La Ligue des champions, c'est désormais un objectif ?
Ce n'était pas l'objectif premier en début de saison, mais après vingt journées on a huit points d'avance sur Maribor. Donc, forcément, on y pense. On veut clairement garder notre première place et jouer cette Ligue des champions. C'est aussi pour ça que je suis venu ici.
 
Quel est le véritable niveau du Championnat slovène ?
Les équipes du haut de tableau ont le niveau Ligue 1, les deux trois dernières plus celui du National. En gros, c'est du bas de tableau de Ligue 1, haut de tableau de Ligue 2. 
 
En fin de contrat à Laval cet été, vous aviez refusé la prolongation de vos dirigeants. Pourquoi ?
Parce que je n'ai pas senti une grande confiance de leur part. Ils m'ont fait une proposition mais sans me montrer qu'ils comptaient vraiment sur moi. Et quand je vois les compositions d'équipe cette saison, il n'y a pas beaucoup de jeunes. C'est toujours les mêmes qui jouent, il n'y a pas de turn-over, encore moins à mon poste... Ça me conforte dans le choix que j'ai fait de ne pas prolonger.
 
Vous ne regrettez donc pas votre choix ?
Pas du tout, non.
Martin Mimoun sous le maillot de Ljubljana. (D.R)
Martin Mimoun sous le maillot de Ljubljana. (D.R)

«Jusqu'à maintenant, je pense avoir fait les bons choix»

Vous êtes également passé par le PSG en équipes de jeunes. Pourquoi en être parti si tôt ?
C'était le début du projet qatari, et j'ai très vite senti que ça allait être compliqué. Donc je suis parti à Laval pour gagner du temps de jeu, et passer pro. J'ai quand même bien rebondi, j'ai réussi à tirer mon épingle du jeu dans un contexte difficile... Je suis bien entouré, et jusqu'à maintenant je pense avoir fait les bons choix.
 
Vous êtes fils d'un ancien footballeur, Nordine, petit-fils de Michel Le Milinaire et petit-neveu d'un champion olympique, Alain Mimoun. Vous étiez forcément destiné au sport de haut niveau...
Mon papa a été professionnel (passé par Beauvais, Laval, Vannes...) et international marocain, mais il ne m'a jamais poussé à faire du football. C'est juste que j'aimais ça et c'est moi qui ai demandé à prendre une licence de foot. Mon grand-père ne m'a jamais poussé non plus. Même si quand il me voit jouer, il me conseille, me dit ce que j'ai bien fait et ce que j'ai mal fait. Pour ce qui est de mon grand-oncle, Alain Mimoun, malheureusement je ne l'ai jamais vu.
 
Quels sont vos objectifs à court et moyen terme ?
A court terme, mon but est d'être champion, ça fait plus de vingt ans que ce n'est pas arrivé ici et ça serait super. Et puis continuer de jouer autant, d'enchaîner les titularisations. A moyen terme, j'aimerais bien rebondir dans un plus grand club, aller jouer un peu plus haut.
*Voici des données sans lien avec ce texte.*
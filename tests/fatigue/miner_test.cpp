#include "toehold/common/error.hpp"
#include "toehold/fatigue/miner.hpp"
#include "toehold/fatigue/rainflow.hpp"
#include "toehold/fatigue/sn_catalogue.hpp"
#include "support/support.hpp"

#include <algorithm>
#include <cmath>
#include <functional>
#include <limits>
#include <random>
#include <string>
#include <vector>

namespace toehold {
namespace {

std::string error_of(const std::function<void()>& fn) {
  try {
    fn();
  } catch (const Error& e) {
    return e.what();
  }
  return "no error";
}

StressCycle cycles_of(double range, double count) { return {range, 0.0, count, kNoIndex, kNoIndex}; }

// Random cycle list: ranges 0..300 MPa on a 0.5 MPa grid (so equal damages, ties, occur), counts 0.5 or 1 or a
// block count, means anywhere.
std::vector<StressCycle> random_cycles(unsigned seed, std::size_t n) {
  std::mt19937 gen(seed);
  std::uniform_int_distribution<int> half_mpa(0, 600), kind(0, 2);
  std::uniform_real_distribution<double> mean(-100.0, 100.0), block(0.0, 1e4);
  std::vector<StressCycle> out(n);
  for (std::size_t i = 0; i < n; ++i) {
    const int k = kind(gen);
    out[i] = {0.5 * half_mpa(gen), mean(gen), k == 0 ? 0.5 : k == 1 ? 1.0 : block(gen), i, i + 1};
  }
  return out;
}

// The plain reference: every cycle's n / N, summed in list order, and the whole list sorted by damage
// (descending, earlier position first on ties).
struct PlainMiner {
  double sum = 0.0;
  std::vector<CycleDamage> sorted;
};

PlainMiner plain_miner(const SnCurve& curve, const std::vector<StressCycle>& cycles) {
  PlainMiner p;
  for (std::size_t i = 0; i < cycles.size(); ++i) {
    const double n = curve.cycles_to_failure(cycles[i].range, Amplitude::variable);
    const double d = std::isinf(n) ? 0.0 : cycles[i].count / n;
    p.sum += d;
    p.sorted.push_back({cycles[i], i, d, 0.0});
  }
  std::stable_sort(p.sorted.begin(), p.sorted.end(),
                   [](const CycleDamage& a, const CycleDamage& b) { return a.damage > b.damage; });
  return p;
}

}  // namespace

// Constant amplitude: D = n / N exactly. FAT 90, 1e6 cycles of 100 MPa: N = 2e6 (0.9)^3 = 1.458e6,
// D = 1e6 / 1.458e6 = 0.685871 [D].
TEST(Miner, ConstantAmplitudeDamageIsNOverN) {
  const SnCurve c = iiw_fat(90.0);
  EXPECT_EQ(constant_amplitude_damage(c, 100.0, 1e6), 1e6 / c.cycles_to_failure(100.0, Amplitude::constant));
  EXPECT_CLOSE(constant_amplitude_damage(c, 100.0, 1e6), 1e6 / 1.458e6, 1e-14);
  EXPECT_CLOSE(constant_amplitude_damage(c, 100.0, 1.458e6), 1.0, 1e-14);
  // Below the EN fatigue limit ds_D constant amplitude does no damage (EN 1993-1-9 sec. 7.1 [S via ref]).
  EXPECT_EQ(constant_amplitude_damage(en_1993_detail(71.0), 50.0, 1e9), 0.0);
}

// Two-slope hand calculation, IIW FAT 90, variable amplitude (m1 = 3 to 1e7, m2 = 5 beyond), [D]:
//   knee ds_k = 90 (2e6/1e7)^(1/3) = 52.632 MPa
//   1e5 cycles at 120 MPa: N = 2e6 (90/120)^3 = 843 750        -> d = 0.118519
//   1e6 cycles at  60 MPa: N = 2e6 (90/60)^3  = 6.75e6         -> d = 0.148148
//   1e7 cycles at  30 MPa: N = 1e7 (52.632/30)^5 = 1.66210e8   -> d = 0.060165
//   D = 0.326832
TEST(Miner, TwoSlopeDamageHandCalculation) {
  const std::vector<StressCycle> spectrum{cycles_of(120.0, 1e5), cycles_of(60.0, 1e6), cycles_of(30.0, 1e7)};
  const double ds_k = 90.0 * std::cbrt(2e6 / 1e7);
  const double expected = 1e5 / 843750.0 + 1e6 / 6.75e6 + 1e7 / (1e7 * std::pow(ds_k / 30.0, 5.0));
  EXPECT_CLOSE(miner_damage(iiw_fat(90.0), spectrum), expected, 1e-13);
  EXPECT_CLOSE(miner_damage(iiw_fat(90.0), spectrum), 0.326832, 1e-5);
}

// IIW 2016 sec. 4.3.1 [M]: ds_eq = [(sum n_i ds_i^3 + ds_k^(3-5) sum n_j ds_j^5) / 2e6]^(1/3), equal to
// FAT D^(1/3) = 90 x 0.326832^(1/3) = 61.994 MPa for the spectrum above [D].
TEST(Miner, EquivalentRangeAt2e6MatchesIiwFormula) {
  const std::vector<StressCycle> spectrum{cycles_of(120.0, 1e5), cycles_of(60.0, 1e6), cycles_of(30.0, 1e7)};
  const double ds_k = 90.0 * std::cbrt(2e6 / 1e7);
  const double sum = 1e5 * std::pow(120.0, 3) + 1e6 * std::pow(60.0, 3) + std::pow(ds_k, -2.0) * 1e7 * std::pow(30.0, 5);
  EXPECT_CLOSE(equivalent_range(iiw_fat(90.0), spectrum), std::cbrt(sum / 2e6), 1e-13);
  EXPECT_CLOSE(equivalent_range(iiw_fat(90.0), spectrum), 61.994, 1e-4);
  // Relative to the total number of cycles, a single constant range is its own equivalent [D].
  const std::vector<StressCycle> one{cycles_of(80.0, 3e5)};
  EXPECT_CLOSE(equivalent_range(iiw_fat(90.0), one, total_count(one)), 80.0, 1e-13);
}

// Allowable Miner sums (REFERENCE-VALUES [M]): IIW 0.5, 0.2 for widely varying mean stress, EN and DNV 1.0.
TEST(Miner, AllowableDamageSums) {
  EXPECT_EQ(allowable_damage_sum(MinerLimit::iiw), 0.5);
  EXPECT_EQ(allowable_damage_sum(MinerLimit::iiw_varying_mean), 0.2);
  EXPECT_EQ(allowable_damage_sum(MinerLimit::eurocode), 1.0);
  EXPECT_EQ(allowable_damage_sum(MinerLimit::dnv), 1.0);
  EXPECT_EQ(parse_miner_limit("iiw_varying_mean", "x"), MinerLimit::iiw_varying_mean);
  EXPECT_EQ(to_string(MinerLimit::eurocode), "eurocode");
}

// Life in repeats = D_allow / D per repeat; no damage -> infinite life [D].
TEST(Miner, LifeInRepeats) {
  EXPECT_CLOSE(life_in_repeats(0.001, 0.5), 500.0, 1e-14);
  EXPECT_EQ(life_in_repeats(0.0), std::numeric_limits<double>::infinity());
  // Hand check through rainflow: the ASTM history (in MPa x 10) repeating, on FAT 90: full cycles of 90, 70,
  // 40, 30 MPa; D = sum 1 / N_i with the two-slope curve [D].
  std::vector<double> h{-2, 1, -3, 5, -1, 3, -4, 4, -2};
  for (double& v : h) v *= 10.0;
  const SnCurve c = iiw_fat(90.0);
  const double ds_k = 90.0 * std::cbrt(0.2);
  const double d = 1.0 / 2e6 + 1.0 / (2e6 * std::pow(90.0 / 70.0, 3)) + 1.0 / (1e7 * std::pow(ds_k / 40.0, 5)) +
                   1.0 / (1e7 * std::pow(ds_k / 30.0, 5));
  const double per_repeat = miner_damage(c, rainflow_count(h, ResidueRule::repeat_history));
  EXPECT_CLOSE(per_repeat, d, 1e-13);
  EXPECT_CLOSE(life_in_repeats(per_repeat, 0.5), 0.5 / d, 1e-13);
}

// In the two-slope spectrum above the 60 MPa block governs (0.148148 / 0.326832 = 45.3 %), then the
// 120 MPa block (36.3 %) [D].
TEST(Miner, GoverningCyclesAreTheMostDamaging) {
  const std::vector<StressCycle> spectrum{cycles_of(120.0, 1e5), cycles_of(60.0, 1e6), cycles_of(30.0, 1e7)};
  const std::vector<CycleDamage> top = governing_cycles(iiw_fat(90.0), spectrum, 2);
  ASSERT_EQ(top.size(), 2u);
  EXPECT_EQ(top[0].position, 1u);
  EXPECT_CLOSE(top[0].share, 0.148148 / 0.326832, 1e-5);
  EXPECT_EQ(top[1].position, 0u);
  EXPECT_CLOSE(top[1].damage, 0.118519, 1e-5);
  EXPECT_EQ(governing_cycles(iiw_fat(90.0), spectrum, 10).size(), 3u);
}

// The one-pass tally (miner_damage, governing_cycles, MinerTally) against the plain sum and full sort above, on
// random lists with many ties: the same sum bit for bit, the same governing cycles in the same order.
TEST(Miner, OnePassTallyEqualsPlainSumAndSort) {
  const std::vector<SnCurve> curves{iiw_fat(90.0), user_segment_curve("cut", {SnSegment::through(3.0, 90.0, 2e6)}, 40.0)};
  for (unsigned seed = 1; seed <= 20; ++seed) {
    const std::vector<StressCycle> cycles = random_cycles(seed, 2000);
    for (const SnCurve& curve : curves) {
      const PlainMiner plain = plain_miner(curve, cycles);
      EXPECT_EQ(miner_damage(curve, cycles), plain.sum);
      EXPECT_EQ(equivalent_range(curve, cycles), equivalent_range_of_damage(curve, plain.sum));
      for (std::size_t how_many : {0u, 1u, 3u, 25u, 5000u}) {
        const std::vector<CycleDamage> top = governing_cycles(curve, cycles, how_many);
        ASSERT_EQ(top.size(), std::min(how_many, cycles.size()));
        for (std::size_t i = 0; i < top.size(); ++i) {
          EXPECT_EQ(top[i].position, plain.sorted[i].position);
          EXPECT_EQ(top[i].damage, plain.sorted[i].damage);
          EXPECT_EQ(top[i].share, plain.sorted[i].damage / plain.sum);
          EXPECT_EQ(top[i].cycle.range, cycles[top[i].position].range);
        }
      }
    }
  }
}

// The equivalent range from a known Miner sum: FAT 90 D^(1/3) (IIW 2016 sec. 4.3.1 [M]; 90 x 0.125^(1/3) = 45
// MPa, derived [D]).
TEST(Miner, EquivalentRangeOfAKnownDamage) {
  EXPECT_CLOSE(equivalent_range_of_damage(iiw_fat(90.0), 0.125), 45.0, 1e-13);
  EXPECT_EQ(equivalent_range_of_damage(iiw_fat(90.0), 0.0), 0.0);
  EXPECT_EQ(error_of([] { equivalent_range_of_damage(iiw_fat(90.0), 0.5, 0.0); }),
            "Miner sum on S-N curve 'IIW FAT 90 (steel, normal stress)': reference number of cycles 0 for the "
            "equivalent range must be finite and > 0");
}

TEST(Miner, BadCyclesAreErrors) {
  const SnCurve c = iiw_fat(90.0);
  EXPECT_EQ(error_of([&] { miner_damage(c, std::vector<StressCycle>{cycles_of(50.0, 1.0), cycles_of(50.0, -1.0)}); }),
            "Miner sum on S-N curve 'IIW FAT 90 (steel, normal stress)': cycle 2 has count -1; counts must be "
            "finite and >= 0");
  EXPECT_EQ(error_of([&] { miner_damage(c, std::vector<StressCycle>{cycles_of(std::nan(""), 1.0)}); }),
            "Miner sum on S-N curve 'IIW FAT 90 (steel, normal stress)': cycle 1 has stress range nan MPa; ranges "
            "must be finite and >= 0 (check the stress history)");
  EXPECT_EQ(error_of([&] { constant_amplitude_damage(c, 100.0, -5.0); }),
            "Miner sum on S-N curve 'IIW FAT 90 (steel, normal stress)': number of cycles -5 must be finite and >= 0");
  EXPECT_EQ(error_of([] { life_in_repeats(0.1, 0.0); }),
            "life in repeats: allowable Miner sum 0 must be finite and > 0");
  EXPECT_EQ(error_of([] { parse_miner_limit("bs7608", "plan key fatigue.miner_limit"); }),
            "plan key fatigue.miner_limit: unknown Miner sum limit 'bs7608'; use one of iiw (0.5), iiw_varying_mean "
            "(0.2), eurocode (1.0), dnv (1.0)");
}

}  // namespace toehold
«Pour moi, par rapport à mes qualités, j'adorerais jouer en Liga. C'est le jeu qui me correspond le mieux. L'Espagne, ça me fait vraiment rêver.»
Et si une offre intéressante arrivait cet hiver, vous y réfléchiriez ?
Si c'est une belle offre, forcément. Le train ne passe pas toujours deux fois. Il faut des fois savoir surfer sur la vague. Mais si on termine champions en juin et qu'on est qualifiés pour la Ligue des champions, je peux aussi très bien rester ici. 
 
Y a-t-il un Championnat en particulier qui vous fasse rêver ?
J'aime bien la Premier League, notamment pour l'immense ferveur qu'il y a là-bas, pour le football total. J'aime bien aussi la Bundesliga, un très bon Championnat. Mais pour moi, par rapport à mes qualités, j'adorerais jouer en Liga. C'est le jeu qui me correspond le mieux. L'Espagne, ça me fait vraiment rêver.
 
Et un retour en France, c'est envisageable ?
Bien sûr, je suis ouvert à tout, et je suis encore jeune. Si une belle opportunité se présente, pourquoi pas...
 
On parle de vous pour la sélection algérienne. Ça vous tenterait ?
Je suis français, mais mon père est algérien et marocain. J'ai déjà la nationalité marocaine, et je suis en train de faire les démarches pour avoir la nationalité algérienne. Pour l'instant, il n'y a rien de concret, même si mon agent a été sondé, mais jouer pour l'Algérie ou le Maroc, ça me plairait. A moi de continuer comme ça.»